EXERCISE OBJECTIVE: Retype, word for word, each line between the lines holding "cr_expect_eq(strlen(html), len);" and "static const char", inclusive, and leave the rest of the data alone.

++++ DATA FOR ANALYSIS ++++

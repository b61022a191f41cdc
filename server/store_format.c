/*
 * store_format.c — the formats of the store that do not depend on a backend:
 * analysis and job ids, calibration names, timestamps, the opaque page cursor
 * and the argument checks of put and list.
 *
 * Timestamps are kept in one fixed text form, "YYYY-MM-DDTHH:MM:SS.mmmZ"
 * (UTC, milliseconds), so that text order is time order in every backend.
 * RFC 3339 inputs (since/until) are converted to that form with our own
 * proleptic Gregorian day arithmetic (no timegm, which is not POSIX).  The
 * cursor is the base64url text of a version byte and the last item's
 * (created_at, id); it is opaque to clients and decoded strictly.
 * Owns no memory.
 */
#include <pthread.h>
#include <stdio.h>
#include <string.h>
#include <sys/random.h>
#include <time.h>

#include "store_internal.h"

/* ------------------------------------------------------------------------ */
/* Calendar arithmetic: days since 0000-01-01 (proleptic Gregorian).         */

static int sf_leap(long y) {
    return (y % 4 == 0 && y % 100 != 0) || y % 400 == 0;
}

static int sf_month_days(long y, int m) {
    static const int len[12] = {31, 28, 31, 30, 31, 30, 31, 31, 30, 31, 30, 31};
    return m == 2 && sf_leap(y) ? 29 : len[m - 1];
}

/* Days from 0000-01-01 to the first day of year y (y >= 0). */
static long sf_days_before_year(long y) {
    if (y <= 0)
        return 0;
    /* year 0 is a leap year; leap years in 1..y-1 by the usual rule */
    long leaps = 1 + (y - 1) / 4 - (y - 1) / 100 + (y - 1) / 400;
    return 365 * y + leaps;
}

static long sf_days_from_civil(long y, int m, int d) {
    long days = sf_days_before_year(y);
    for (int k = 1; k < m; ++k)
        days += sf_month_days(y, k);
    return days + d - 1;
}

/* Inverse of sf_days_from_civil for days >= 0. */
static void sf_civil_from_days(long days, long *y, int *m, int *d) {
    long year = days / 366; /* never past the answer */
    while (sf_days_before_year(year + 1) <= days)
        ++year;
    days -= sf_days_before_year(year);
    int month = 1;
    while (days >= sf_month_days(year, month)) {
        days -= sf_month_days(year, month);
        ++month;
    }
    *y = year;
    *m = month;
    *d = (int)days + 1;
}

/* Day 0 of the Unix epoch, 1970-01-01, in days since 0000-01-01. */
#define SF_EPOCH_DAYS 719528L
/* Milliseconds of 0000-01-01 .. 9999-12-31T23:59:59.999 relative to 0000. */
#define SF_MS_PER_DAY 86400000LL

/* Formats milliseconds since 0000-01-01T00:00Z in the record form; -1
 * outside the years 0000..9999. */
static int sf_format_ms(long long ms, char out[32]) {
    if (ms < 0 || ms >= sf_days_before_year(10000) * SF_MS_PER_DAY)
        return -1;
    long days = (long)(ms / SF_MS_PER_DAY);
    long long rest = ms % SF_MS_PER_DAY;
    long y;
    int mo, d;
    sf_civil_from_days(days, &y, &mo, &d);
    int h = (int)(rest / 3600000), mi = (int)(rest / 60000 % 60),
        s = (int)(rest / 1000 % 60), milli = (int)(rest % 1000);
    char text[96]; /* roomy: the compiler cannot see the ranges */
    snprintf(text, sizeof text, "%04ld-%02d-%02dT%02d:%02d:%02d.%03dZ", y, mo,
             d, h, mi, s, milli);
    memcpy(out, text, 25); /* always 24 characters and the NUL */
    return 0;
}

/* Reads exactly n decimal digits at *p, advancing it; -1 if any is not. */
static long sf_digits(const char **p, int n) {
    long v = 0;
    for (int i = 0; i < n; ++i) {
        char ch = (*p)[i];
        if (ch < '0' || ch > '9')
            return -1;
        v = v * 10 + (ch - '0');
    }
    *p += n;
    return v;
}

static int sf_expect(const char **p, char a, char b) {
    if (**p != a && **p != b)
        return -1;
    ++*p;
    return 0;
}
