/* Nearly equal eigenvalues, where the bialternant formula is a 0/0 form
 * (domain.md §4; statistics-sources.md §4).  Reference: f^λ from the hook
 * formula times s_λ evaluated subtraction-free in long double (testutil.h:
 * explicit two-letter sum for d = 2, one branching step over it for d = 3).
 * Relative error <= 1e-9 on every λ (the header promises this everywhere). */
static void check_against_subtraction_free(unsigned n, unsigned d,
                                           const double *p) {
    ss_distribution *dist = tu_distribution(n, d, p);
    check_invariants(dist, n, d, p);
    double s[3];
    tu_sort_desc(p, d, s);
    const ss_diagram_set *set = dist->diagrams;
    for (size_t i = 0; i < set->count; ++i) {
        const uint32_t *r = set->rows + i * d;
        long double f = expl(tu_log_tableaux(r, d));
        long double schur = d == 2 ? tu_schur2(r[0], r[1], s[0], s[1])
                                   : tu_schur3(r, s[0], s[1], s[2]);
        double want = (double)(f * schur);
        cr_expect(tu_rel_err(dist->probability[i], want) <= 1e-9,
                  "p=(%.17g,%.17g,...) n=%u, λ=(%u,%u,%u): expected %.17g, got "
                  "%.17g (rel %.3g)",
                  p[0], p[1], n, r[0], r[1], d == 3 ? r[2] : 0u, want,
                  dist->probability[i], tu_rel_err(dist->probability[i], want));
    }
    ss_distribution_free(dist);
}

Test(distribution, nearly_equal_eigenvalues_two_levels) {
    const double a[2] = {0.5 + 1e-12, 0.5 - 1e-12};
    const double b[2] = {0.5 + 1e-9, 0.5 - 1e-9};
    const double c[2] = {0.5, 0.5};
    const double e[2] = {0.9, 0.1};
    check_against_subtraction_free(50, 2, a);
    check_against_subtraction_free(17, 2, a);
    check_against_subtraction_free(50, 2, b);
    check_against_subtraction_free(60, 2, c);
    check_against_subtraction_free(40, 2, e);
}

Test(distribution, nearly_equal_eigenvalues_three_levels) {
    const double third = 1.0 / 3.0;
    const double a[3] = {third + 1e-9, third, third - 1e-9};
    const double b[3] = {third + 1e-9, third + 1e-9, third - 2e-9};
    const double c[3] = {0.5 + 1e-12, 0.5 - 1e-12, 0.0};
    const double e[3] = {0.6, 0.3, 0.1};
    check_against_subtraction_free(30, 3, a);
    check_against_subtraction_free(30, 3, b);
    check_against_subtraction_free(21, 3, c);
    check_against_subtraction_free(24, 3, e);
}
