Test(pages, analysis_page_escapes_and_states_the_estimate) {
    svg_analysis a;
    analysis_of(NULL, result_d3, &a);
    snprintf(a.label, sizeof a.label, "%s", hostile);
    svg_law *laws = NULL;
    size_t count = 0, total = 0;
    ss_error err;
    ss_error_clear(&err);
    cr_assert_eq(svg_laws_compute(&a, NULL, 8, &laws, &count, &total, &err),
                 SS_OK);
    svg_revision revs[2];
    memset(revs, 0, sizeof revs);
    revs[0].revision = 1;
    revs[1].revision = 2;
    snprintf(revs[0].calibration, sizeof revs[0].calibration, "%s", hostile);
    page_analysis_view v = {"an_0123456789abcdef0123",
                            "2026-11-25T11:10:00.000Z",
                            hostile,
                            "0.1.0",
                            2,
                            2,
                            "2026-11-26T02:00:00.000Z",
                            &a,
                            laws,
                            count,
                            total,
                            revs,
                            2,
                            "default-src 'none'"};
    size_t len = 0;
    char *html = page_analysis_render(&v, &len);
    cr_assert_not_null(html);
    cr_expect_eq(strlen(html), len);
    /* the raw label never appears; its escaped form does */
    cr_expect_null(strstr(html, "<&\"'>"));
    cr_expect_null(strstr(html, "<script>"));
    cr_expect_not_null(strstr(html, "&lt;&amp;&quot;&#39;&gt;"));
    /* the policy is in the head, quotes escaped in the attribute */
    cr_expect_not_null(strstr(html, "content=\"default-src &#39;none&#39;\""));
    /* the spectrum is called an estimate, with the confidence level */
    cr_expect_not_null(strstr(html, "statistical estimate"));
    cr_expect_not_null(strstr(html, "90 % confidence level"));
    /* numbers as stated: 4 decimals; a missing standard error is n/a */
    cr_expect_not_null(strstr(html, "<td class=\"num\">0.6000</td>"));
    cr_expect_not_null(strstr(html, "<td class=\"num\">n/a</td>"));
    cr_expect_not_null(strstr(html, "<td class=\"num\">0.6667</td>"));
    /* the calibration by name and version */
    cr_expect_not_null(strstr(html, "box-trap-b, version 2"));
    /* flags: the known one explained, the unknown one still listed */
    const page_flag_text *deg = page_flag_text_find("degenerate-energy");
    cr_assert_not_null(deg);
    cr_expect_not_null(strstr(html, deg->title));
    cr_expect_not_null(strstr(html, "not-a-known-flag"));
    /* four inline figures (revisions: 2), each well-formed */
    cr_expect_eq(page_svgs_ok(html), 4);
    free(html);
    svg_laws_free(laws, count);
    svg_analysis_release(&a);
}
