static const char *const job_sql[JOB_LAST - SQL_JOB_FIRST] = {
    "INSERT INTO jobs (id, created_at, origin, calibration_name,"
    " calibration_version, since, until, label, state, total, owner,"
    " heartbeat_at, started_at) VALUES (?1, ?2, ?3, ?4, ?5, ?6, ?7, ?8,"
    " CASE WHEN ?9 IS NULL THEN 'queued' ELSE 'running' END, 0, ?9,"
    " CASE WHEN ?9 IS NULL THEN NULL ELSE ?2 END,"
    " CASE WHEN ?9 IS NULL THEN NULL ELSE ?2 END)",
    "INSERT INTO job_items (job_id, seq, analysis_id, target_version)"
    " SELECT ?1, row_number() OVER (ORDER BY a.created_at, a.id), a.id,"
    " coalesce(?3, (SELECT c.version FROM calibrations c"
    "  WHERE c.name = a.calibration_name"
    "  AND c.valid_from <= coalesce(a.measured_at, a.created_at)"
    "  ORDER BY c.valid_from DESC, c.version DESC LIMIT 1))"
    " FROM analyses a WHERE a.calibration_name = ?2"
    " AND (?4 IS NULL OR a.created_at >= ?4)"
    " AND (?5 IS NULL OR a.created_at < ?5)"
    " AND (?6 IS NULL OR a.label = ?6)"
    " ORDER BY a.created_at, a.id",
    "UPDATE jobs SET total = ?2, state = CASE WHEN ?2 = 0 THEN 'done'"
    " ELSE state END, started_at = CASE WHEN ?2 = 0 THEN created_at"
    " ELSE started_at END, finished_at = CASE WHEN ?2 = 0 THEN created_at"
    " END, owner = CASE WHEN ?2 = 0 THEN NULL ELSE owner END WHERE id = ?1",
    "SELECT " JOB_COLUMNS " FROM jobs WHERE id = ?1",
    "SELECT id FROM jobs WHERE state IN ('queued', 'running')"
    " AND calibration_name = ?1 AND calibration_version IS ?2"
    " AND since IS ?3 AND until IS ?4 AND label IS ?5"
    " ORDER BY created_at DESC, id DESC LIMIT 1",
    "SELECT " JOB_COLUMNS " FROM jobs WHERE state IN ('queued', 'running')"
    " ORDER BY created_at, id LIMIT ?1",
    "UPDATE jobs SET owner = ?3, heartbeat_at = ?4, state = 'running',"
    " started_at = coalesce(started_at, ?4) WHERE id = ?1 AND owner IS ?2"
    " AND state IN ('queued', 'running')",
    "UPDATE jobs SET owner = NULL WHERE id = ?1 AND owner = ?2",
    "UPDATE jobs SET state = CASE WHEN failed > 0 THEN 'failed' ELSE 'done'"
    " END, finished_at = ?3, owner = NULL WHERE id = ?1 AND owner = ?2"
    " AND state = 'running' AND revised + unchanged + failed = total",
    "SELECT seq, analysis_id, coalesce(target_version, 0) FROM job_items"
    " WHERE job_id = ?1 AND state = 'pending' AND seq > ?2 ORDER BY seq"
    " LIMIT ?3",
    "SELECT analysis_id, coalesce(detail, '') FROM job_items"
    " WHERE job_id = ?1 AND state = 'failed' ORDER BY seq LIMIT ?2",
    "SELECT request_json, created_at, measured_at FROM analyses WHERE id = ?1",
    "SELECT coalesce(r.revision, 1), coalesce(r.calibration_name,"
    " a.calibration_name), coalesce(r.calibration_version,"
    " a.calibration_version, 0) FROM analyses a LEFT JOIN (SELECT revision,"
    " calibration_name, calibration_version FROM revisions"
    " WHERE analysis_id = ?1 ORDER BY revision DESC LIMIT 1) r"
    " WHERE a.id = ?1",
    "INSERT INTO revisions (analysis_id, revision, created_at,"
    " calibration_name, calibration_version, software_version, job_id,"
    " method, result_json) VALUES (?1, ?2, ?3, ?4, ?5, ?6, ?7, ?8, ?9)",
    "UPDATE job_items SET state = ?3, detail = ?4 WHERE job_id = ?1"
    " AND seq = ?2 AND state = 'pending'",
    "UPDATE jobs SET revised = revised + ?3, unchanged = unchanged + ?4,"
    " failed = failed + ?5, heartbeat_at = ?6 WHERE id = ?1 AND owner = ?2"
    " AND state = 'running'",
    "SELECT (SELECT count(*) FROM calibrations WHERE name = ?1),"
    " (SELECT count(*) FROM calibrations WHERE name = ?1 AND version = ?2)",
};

++++

PROBLEM SOLUTION:
    cr_expect_eq(strlen(html), len);
    /* the raw label never appears; its escaped form does */
    cr_expect_null(strstr(html, "<&\"'>"));
    cr_expect_null(strstr(html, "<script>"));
    cr_expect_not_null(strstr(html, "&lt;&amp;&quot;&#39;&gt;"));
    /* the policy is in the head, quotes escaped in the attribute */
    cr_expect_not_null(strstr(html, "content=\"default-src &#39;none&#39;\""));
    /* the spectrum is called an estimate, with the confidence level */
    cr_expect_not_null(strstr(html, "statistical estimate"));
    cr_expect_not_null(strstr(html, "90 % confidence level"));
    /* numbers as stated: 4 decimals; a missing standard error is n/a */
    cr_expect_not_null(strstr(html, "<td class=\"num\">0.6000</td>"));
    cr_expect_not_null(strstr(html, "<td class=\"num\">n/a</td>"));
    cr_expect_not_null(strstr(html, "<td class=\"num\">0.6667</td>"));
    /* the calibration by name and version */
    cr_expect_not_null(strstr(html, "box-trap-b, version 2"));
    /* flags: the known one explained, the unknown one still listed */
    const page_flag_text *deg = page_flag_text_find("degenerate-energy");
    cr_assert_not_null(deg);
    cr_expect_not_null(strstr(html, deg->title));
    cr_expect_not_null(strstr(html, "not-a-known-flag"));
    /* four inline figures (revisions: 2), each well-formed */
    cr_expect_eq(page_svgs_ok(html), 4);
    free(html);
    svg_laws_free(laws, count);
    svg_analysis_release(&a);
}
static const char *const job_sql[JOB_LAST - SQL_JOB_FIRST] = {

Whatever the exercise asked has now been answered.